On May 15, 12:01 am, Ananth Deodhar <ananthdeod...@gmail.com> wrote:
> Hmm, I will check that out, usually we store EA languages (japanese, korean,
> simp. chinese) as UTF-16. But even UTF-8 should do fine. I'll just use some
> dummy values to check that out.
>
> Jim, that certainly looks good. That puts most of my doubts to rest. :)
> Thanks!
>
> - Ananth
>

Kavita Moholkar

unread,

Sep 29, 2016, 2:09:31 AM9/29/16

to mongodb-user, ananth...@gmail.com

Hello Sir,

For my on going research i require to store indian language (i.e marathi) in mongodb.How can I do it?

Nishant Bhardwaj

unread,

Oct 10, 2016, 1:35:07 AM10/10/16

to mongodb-user, ananth...@gmail.com

Hello Kavita,

In MongoDB strings are stored in UTF-8 BSON format. As as result, in MongoDB you can store and retrieve Indic language characters.
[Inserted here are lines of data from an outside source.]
describe('ridges and openings stored with the schedule version', () => {
  async function sendOpenings(c: Client, projectId: number, body: string) {
    const token = await c.csrf();
    return c.agent.post(`/api/projects/${projectId}/schedule/openings`).set('X-CSRF-Token', token).set('Content-Type', 'text/csv').send(body);
  }

  it('imports an openings file for the current faces as a new version, and estimates with it', async () => {
    const { c } = await signedIn();
    const id = await siteOf(c);
    expect((await sendCsv(c, id, EXAMPLE_SCHEDULE_CSV)).status).toBe(201);
    const res = await sendOpenings(c, id, EXAMPLE_OPENINGS_CSV);
    expect(res.status).toBe(201);
    const s = scheduleResponseSchema.parse(res.body);
    expect(s.version).toBe(2);
    expect(s.faces).toHaveLength(7);
    expect(s.openings.map(({ id: _i, position: _p, ...o }) => o)).toEqual([
      { building: 'Alder', face: 'Back', kind: 'roof_window', width_mm: 780, height_mm: 1180, quantity: 2 },
      { building: 'Birch', face: 'Front', kind: 'chimney', width_mm: 900, height_mm: 700, quantity: 1 },
      { building: 'Birch', face: 'Back', kind: 'hatch', width_mm: 600, height_mm: 900, quantity: 1 },
    ]);
    const e = await c.post(`/api/projects/${id}/estimates`, { system: {} });
    expect(e.status).toBe(201);
    // Alder is built 12 times, with two roof windows in each back slope; Birch 8 times, each with a hatch.
    expect(e.body.result.totals).toMatchObject({ roof_windows: 24, hatches: 8 });
    expect(e.body.result.totals.flashings.back_gutter_m).toBeCloseTo(8 * 1.2, 2);
    expect(e.body.result.ridges.find((r: { building: string }) => r.building === 'Alder')).toMatchObject({ ridge: 'Main', faces: ['Front', 'Back', 'East hip end', 'West hip end'] });
  });

  it('rejects an openings file naming a face not in the schedule or too big for its face, by row and column, storing nothing', async () => {
    const { c } = await signedIn();
    const id = await siteOf(c);
    await sendCsv(c, id, EXAMPLE_SCHEDULE_CSV);
    const details = expectInvalid(await sendOpenings(c, id, 'building,face,kind,width_mm,height_mm\nAlder,Side,chimney,600,900\nBirch,Porch,dormer,600,2500\n'));
    expect(details).toEqual([
      { row: 2, column: 'face', message: "no face 'Side' in building 'Alder' in the schedule" },
      { row: 3, column: 'height_mm', message: "2500 mm is taller than face 'Porch' (rafter 1800 mm)" },
    ]);
    expect(await stored(id)).toEqual({ versions: 1, faces: 7 });
  });

  it('saves typed openings and ridge names with the faces, checked by the same rules', async () => {
    const { c } = await signedIn();
    const id = await siteOf(c);
    const faces = [
      { building: 'A', face: 'Front', pitch_deg: 40, rafter_mm: 3000, eaves_mm: 6000, ridge: 'Main' },
      { building: 'A', face: 'Back', pitch_deg: 40, rafter_mm: 3000, eaves_mm: 6000, ridge: 'Main' },
    ];
    const res = await c.send('put', `/api/projects/${id}/schedule`, {
      faces,
      openings: [{ building: 'A', face: 'Back', kind: 'roof_window', width_mm: 780, height_mm: 1180 }],
    });
    expect(res.status).toBe(201);
    expect(res.body.faces.map((f: { ridge: string }) => f.ridge)).toEqual(['Main', 'Main']);
    expect(res.body.openings).toMatchObject([{ face: 'Back', kind: 'roof_window', quantity: 1 }]);
    const bad = await c.send('put', `/api/projects/${id}/schedule`, {
      faces: [...faces, { building: 'A', face: 'Hip', pitch_deg: 40, rafter_mm: 3000, eaves_mm: 6000, left: 'hip', right: 'hip' }],
      openings: [{ building: 'A', face: 'Back', kind: 'skylight', width_mm: 780, height_mm: 1180 }],
    });
    expect(expectInvalid(bad)).toEqual([
      { row: 3, column: 'top_mm', path: 'faces.2.top_mm', message: 'required on a face with a hip or valley edge' },
      { row: 1, column: 'kind', path: 'openings.0.kind', message: "unknown kind 'skylight': use roof_window, chimney, dormer or hatch" },
    ]);
    expect(await stored(id)).toEqual({ versions: 1, faces: 2 });
  });

  it('keeps opening a schedule stored before top_mm was required beside hips, and its estimate warns top_assumed', async () => {
    const { c } = await signedIn();
    const id = await siteOf(c);
    await sendCsv(c, id, EXAMPLE_SCHEDULE_CSV);
    // A face stored by an earlier version of the product: a hip edge, top taken as the eaves.
    const schedule = await t.db('schedules').where({ project_id: id }).first();
    await t.db('schedule_faces').where({ schedule_id: schedule.id, face: 'Front', building: 'Alder' }).update({ top_mm: 10200, top_assumed: true });
    const s = await c.get(`/api/projects/${id}/schedule`);
    expect(s.status).toBe(200);
    expect(s.body.faces[0]).toMatchObject({ top_mm: 10200, top_assumed: true });
    const e = await c.post(`/api/projects/${id}/estimates`, { system: {} });
    expect(e.status).toBe(201);
    expect(e.body.result.warnings.filter((w: { code: string }) => w.code === 'top_assumed').map((w: { face: string }) => w.face)).toEqual(['Front']);
  });

  it('downloads the example openings file without signing in', async () => {
    const res = await request(t.app).get('/api/examples/openings.csv');
    expect(res.status).toBe(200);
    expect(res.headers['content-disposition']).toMatch(/^attachment; filename="?openings\.csv"?$/);
    expect(res.text).toBe(EXAMPLE_OPENINGS_CSV);
  });
});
For example I tested CRUD operations and $regex operator on documents with marathi words in MongoDB on v2.6 above.

> db.version()
2.6.11
> 
> 
> db.coll.insert({ word : "लवकर" })
WriteResult({ "nInserted" : 1 })
> db.coll.insert({ word : "निजे" })
WriteResult({ "nInserted" : 1 })
> db.coll.insert({ word : "लवकर" })
WriteResult({ "nInserted" : 1 })
> db.coll.insert({ word : "उठे" })
WriteResult({ "nInserted" : 1 })
> db.coll.insert({ word : "तया" })
WriteResult({ "nInserted" : 1 })
> db.coll.insert({ word : "ज्ञान"  })
WriteResult({ "nInserted" : 1 })
> db.coll.insert({ word : "सुख" })
WriteResult({ "nInserted" : 1 })
> db.coll.insert({ word : "समृद्धी" })
WriteResult({ "nInserted" : 1 })
> db.coll.insert({ word : "भेटे" })
WriteResult({ "nInserted" : 1 })
>

Using find function also works fine. The below code outputs two documents as expected.

> db.coll.find({ word : "लवकर"})
{ "_id" : ObjectId("57f79060ac150ccd922b290e"), "word" : "लवकर" }
{ "_id" : ObjectId("57f79060ac150ccd922b2910"), "word" : "लवकर" }

Document removal also works in similar manner:

> db.coll.count()
9
> db.coll.remove({word : "लवकर"})
WriteResult({ "nRemoved" : 2 })
> db.coll.count()
7
>

You can also use $regex operator to search for regular expressions like below:

> db.coll.find({ word : { $regex : /स/ }})
{ "_id" : ObjectId("57f79060ac150ccd922b2914"), "word" : "सुख" }
{ "_id" : ObjectId("57f79060ac150ccd922b2915"), "word" : "समृद्धी" }

MongoDB v3.4 will have Collation and Case-Insensitive Indexes that support language-specific rules for string comparisons. I can see hindi in the list of supported-languages for this.